-- Opening Marker --
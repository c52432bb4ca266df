import { displayUnit, fromDisplay, toDisplay, type UnitSystem } from '../../../src-main/core/units';
import { editable } from '../format/number';
import type { FieldDef } from '../parts/part-fields';

// A form's draft holds what the user typed, as text, so nothing is lost when a save fails.
// Conversions to and from the stored units happen only here.

export type DraftValue = string | boolean;
export type Draft = Record<string, DraftValue>;

export function fieldUnit(def: Pick<FieldDef, 'unit' | 'quantity'>, system: UnitSystem): string {
  if (def.quantity) return displayUnit(def.quantity, system);
  return def.unit ?? '';
}

/** "Capacity (mAh)", "Diameter (in)": every field says its unit. */
export function fieldLabel(def: Pick<FieldDef, 'label' | 'unit' | 'quantity'>, system: UnitSystem): string {
  const unit = fieldUnit(def, system);
  return unit === '' ? def.label : `${def.label} (${unit})`;
}

export function toDraftValue(def: FieldDef, value: unknown, system: UnitSystem): DraftValue {
  switch (def.type) {
    case 'flag':
      return value === true;
    case 'number':
    case 'integer': {
      if (typeof value !== 'number' || !Number.isFinite(value)) return '';
      const scaled = value * (def.scale ?? 1);
      return editable(def.quantity ? toDisplay(scaled, def.quantity, system) : scaled);
    }
    default:
      return typeof value === 'string' ? value : value === null || value === undefined ? '' : String(value);
  }
}

export function toDraft(fields: readonly FieldDef[], record: Record<string, unknown> | null, system: UnitSystem, defaults: Record<string, unknown> = {}): Draft {
  const draft: Draft = {};
  for (const f of fields) draft[f.key] = toDraftValue(f, record ? record[f.key] : defaults[f.key], system);
  return draft;
}

/**
 * The value to send for one field. Text that is not a number is sent as typed, so the service
 * names the field in its message rather than the form guessing.
 */
export function fromDraftValue(def: FieldDef, value: DraftValue, system: UnitSystem): unknown {
  if (def.type === 'flag') return value === true;
  const text = typeof value === 'string' ? value : String(value);
  if (def.type === 'select' && def.nullable && text === '') return null;
  if (def.type === 'number' || def.type === 'integer') {
    const trimmed = text.trim().replace(',', '.');
    if (trimmed === '') return null;
    const n = Number(trimmed);
    if (!Number.isFinite(n)) return text;
    const unscaled = n / (def.scale ?? 1);
    const stored = def.quantity ? fromDisplay(unscaled, def.quantity, system) : unscaled;
    // Scaling can leave float noise (0.0021 → 0.0020999...); twelve digits is far below any rating's precision.
    return def.type === 'integer' ? stored : Number(stored.toPrecision(12));
  }
  return text;
}

/** Every field, for a create. */
export function draftToRecord(fields: readonly FieldDef[], draft: Draft, system: UnitSystem): Record<string, unknown> {
  const out: Record<string, unknown> = {};
  for (const f of fields) out[f.key] = fromDraftValue(f, draft[f.key] ?? '', system);
  return out;
}

/** Only the fields the user changed, for an update: untouched values are never rewritten by rounding. */
export function draftChanges(fields: readonly FieldDef[], draft: Draft, base: Draft, system: UnitSystem): Record<string, unknown> {
  const out: Record<string, unknown> = {};
  for (const f of fields) {
    if (draft[f.key] !== base[f.key]) out[f.key] = fromDraftValue(f, draft[f.key] ?? '', system);
  }
  return out;
}

/**
 * The form field a service error names: `changes.capacityMah` and `part.changes.kv` become
 * `capacityMah` and `kv`; nested paths (`gearing.pinionTeeth`) are kept.
 */
export function errorFieldKey(field: string | undefined): string | null {
  if (field === undefined || field === '') return null;
  return field.replace(/^(build\.|part\.)?changes\./, '');
}

/** The message without its leading field path, for showing beside the field itself. */
export function messageForField(message: string, field: string | undefined): string {
  if (!field) return message;
  const prefix = `${field}: `;
  return message.startsWith(prefix) ? message.slice(prefix.length) : message;
}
-- Closing Marker --
Instructions to follow: Gather from the entries above all lines that include the string "true".

Exercise answer:
      return value === true;
  if (def.type === 'flag') return value === true;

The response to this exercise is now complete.